This spring’s uprisings in communities like Baltimore and Ferguson have forced us to a greater awareness and acknowledgment of the root causes of systemic violence that affects working families each day in America.
This is the kind of violence fomented by unemployment, poverty wages, jobs without medical benefits, lack of affordable housing, privatization of public utilities and services like water, hostile union busting and union avoidance campaigns, and organized public and private-sector disinvestment in neighborhoods where most people actually live. In many instances, this is exacerbated by the stain of racism that communities of color face.
Pope Francis writes in Evangelii Gaudium,
“The poor and the poorer peoples are accused of violence, yet without equal opportunities the different forms of aggression and conflict will find a fertile terrain for growth and eventually explode. . . . This is not the case simply because inequality provokes a violent reaction from those excluded from the system, but because the socioeconomic system is unjust at its root” (no.59).
In offering this way to analyze the origins and power of this kind of systemic violence, Pope Francis reminds us that this violence is a response to the drastic inequality that results from rapid economic globalization and accompanying market forces that want to turn everything into a commodity that can be bought or sold. And this leads to a throwaway culture that threatens the existence of every living thing.
So timely are the Pope’s words to people in America!
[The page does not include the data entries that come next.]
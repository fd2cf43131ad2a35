import { add, type Pair, restOfProduct, twoProduct, twoSum, ZERO } from './double-double';

/**
 * The sum of values in their order, as if added in twice the digits and rounded once.
 *
 *     relative error below eps + n^2 eps^2 sum |x| / |sum x|
 *
 * values: any length, 0 where empty; a NaN makes the sum NaN.
 *
 * Example: sum([1e16, 1, -1e16]) = 1.
 * Source: Ogita, Rump & Oishi 2005, algorithm 4.4.
 */
export function sum(values: ArrayLike<number>): number {
  let high = 0;
  let low = 0;
  for (let g = 0; g < values.length; g++) {
    const value = values[g] as number;
    const total = high + value;
    const part = total - high;
    low += high - (total - part) + (value - part);
    high = total;
  }
  return rounded(high, low);
}

/**
 * The sum of products of two equally long lists, as if in twice the digits and rounded once.
 *
 *     sum_g a_g b_g
 *
 * Lists of different lengths are the caller's bug and throw.
 *
 * Example: dot([1e8, 1], [1e8, 1]) = 10000000000000001 rounded to a double.
 * Source: Ogita, Rump & Oishi 2005, algorithm 5.3.
 */
export function dot(a: ArrayLike<number>, b: ArrayLike<number>): number {
  if (a.length !== b.length) throw new RangeError(`lists of ${a.length} and ${b.length} have no product`);
  let high = 0;
  let low = 0;
  for (let g = 0; g < a.length; g++) {
    const left = a[g] as number;
    const right = b[g] as number;
    const product = left * right;
    const total = high + product;
    const part = total - high;
    low += high - (total - part) + (product - part) + restOfProduct(left, right, product);
    high = total;
  }
  return rounded(high, low);
}

/** The sum of squares, as dot of the list with itself. Example: sumOfSquares([3, 4]) = 25. */
export function sumOfSquares(values: ArrayLike<number>): number {
  return dot(values, values);
}

/** The sum of products as doubles add up: for loops over draws, where last digits do not count and time does. Example: plainDot([1, 2], [3, 4]) = 11. */
export function plainDot(a: ArrayLike<number>, b: ArrayLike<number>): number {
  let total = 0;
  for (let g = 0; g < a.length; g++) total += (a[g] as number) * (b[g] as number);
  return total;
}

/** The sum of squares as doubles add up. Example: plainSquares([3, 4]) = 25. */
export function plainSquares(values: ArrayLike<number>): number {
  return plainDot(values, values);
}

/** The arithmetic mean; an empty list has none and throws, a caller's bug. Example: mean([1, 2, 6]) = 3. */
export function mean(values: ArrayLike<number>): number {
  if (values.length === 0) throw new RangeError('an empty list has no mean');
  return sum(values) / values.length;
}

/** The Euclidean length, safe from overflow and underflow. Example: lengthOf([3e200, 4e200]) = 5e200. */
export function lengthOf(values: ArrayLike<number>): number {
  let largest = 0;
  for (let g = 0; g < values.length; g++) largest = Math.max(largest, Math.abs(values[g] as number));
  if (largest === 0 || !(largest < Infinity)) return largest;
  if (largest > 1e-140 && largest < 1e140) return Math.sqrt(sumOfSquares(values));
  const unit = Math.max(largest, 1e-300);
  return unit * Math.sqrt(sumOfSquares(Array.from(values, (value) => value / unit)));
}

/**
 * The length of a list through a diagonal, safe from overflow and underflow.
 *
 *     root of sum a_g^2 v_g
 *
 * v: 0 or above; a NaN makes it NaN. All terms are of one sign, so that what additions lose is carried along and rounded once.
 *
 * Example: lengthThrough([3, 4], [1, 4]) = 8.54400374531753.
 */
export function lengthThrough(a: ArrayLike<number>, v: ArrayLike<number>): number {
  let largest = 0;
  let total = 0;
  let rest = 0;
  for (let g = 0; g < a.length; g++) {
    const part = (a[g] as number) * Math.sqrt(v[g] as number);
    const square = part * part;
    const next = total + square;
    const gained = next - total;
    rest += total - (next - gained) + (square - gained);
    total = next;
    const size = Math.abs(part);
    if (!(size <= largest)) largest = Number.isNaN(largest) ? largest : size;
  }
  if (largest > 1e-140 && largest < 1e140) return Math.sqrt(total + rest);
  return lengthOf(Float64Array.from(a, (value, g) => value * Math.sqrt(v[g] as number)));
}

/** The sum in double-double, of doubles or (with lows) of double-doubles. Example: sumPair([1, 1e-20]) = [1, 1e-20]. */
export function sumPair(highs: ArrayLike<number>, lows?: ArrayLike<number>): Pair {
  let total: Pair = ZERO;
  for (let g = 0; g < highs.length; g++) total = add(total, [highs[g] as number, lows ? (lows[g] as number) : 0]);
  return total;
}

/** The sum of products in double-double. Lists of different lengths throw. Example: dotPair([0.1], [3]) = [0.30000000000000004, ...]. */
export function dotPair(a: ArrayLike<number>, b: ArrayLike<number>): Pair {
  if (a.length !== b.length) throw new RangeError(`lists of ${a.length} and ${b.length} have no product`);
  let total: Pair = ZERO;
  for (let g = 0; g < a.length; g++) total = add(total, twoProduct(a[g] as number, b[g] as number));
  return total;
}

/** An infinite total keeps its sign: what rounding took from it is not a number. */
function rounded(high: number, low: number): number {
  return Math.abs(high) < Infinity ? twoSum(high, low)[0] : high;
}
Laudato Si’ and Evangelii Gaudium are fast becoming powerful learning tools for people engaging in community organizing efforts to end the systemic violence that is poverty. In the Curtis Bay neighborhood of Baltimore, Maryland (a tightly-knit residential community surrounded by large industrial properties), Laudato Si’ is being studied by an interfaith, multicultural, and intergenerational group of residents who formed a human rights committee called Free Your Voice with the help of United Workers (a local human rights organization formed by low-wage workers and currently funded by the Catholic Campaign for Human Development). Free Your Voice is working to stop the development of what would become the nation’s largest trash-burning incinerator on land near a community that already suffers extremely high rates of cancer and other pollution-related diseases. As a part of that campaign, a Laudato Si’ study group came together to discuss what it might be saying to us.
One part that especially spoke to us was the section called Civic And Political Love (nos. 228-232). We felt like the Pope was speaking directly to us in America when he says:
“We must regain the conviction that we need one another, that we have a shared responsibility for others and the world, and that being good and decent are worth it. We have had enough of immorality and the mockery of ethics, goodness, faith and honesty. It is time to acknowledge that light-hearted superficiality has done us no good. When the foundations of social life are corroded, what ensues are battles over conflicting interests, new forms of violence and brutality, and obstacles to the growth of a genuine culture of care for the environment.” (no. 229)
We have had enough of racism, sexism, pollution, income inequality, union busting, disinvestment, hyper-policing of African-American communities, and all of the violence which mocks and hurts working families. Though spring has turned into a long, hot and especially violent summer, we still have hope.
This Labor Day is an opportunity to remember how our families, labor unions, community organizations, and faith communities are places where civic and political love endures and makes itself known in the efforts of people to work together for a better life for all.
Fr. Ty Hullinger is pastor of St. Anthony of Padua, St. Dominic, and Most Precious Blood parishes in Baltimore, Maryland and a member of Interfaith Worker Justice of Maryland and the Priest-Labor Initiative.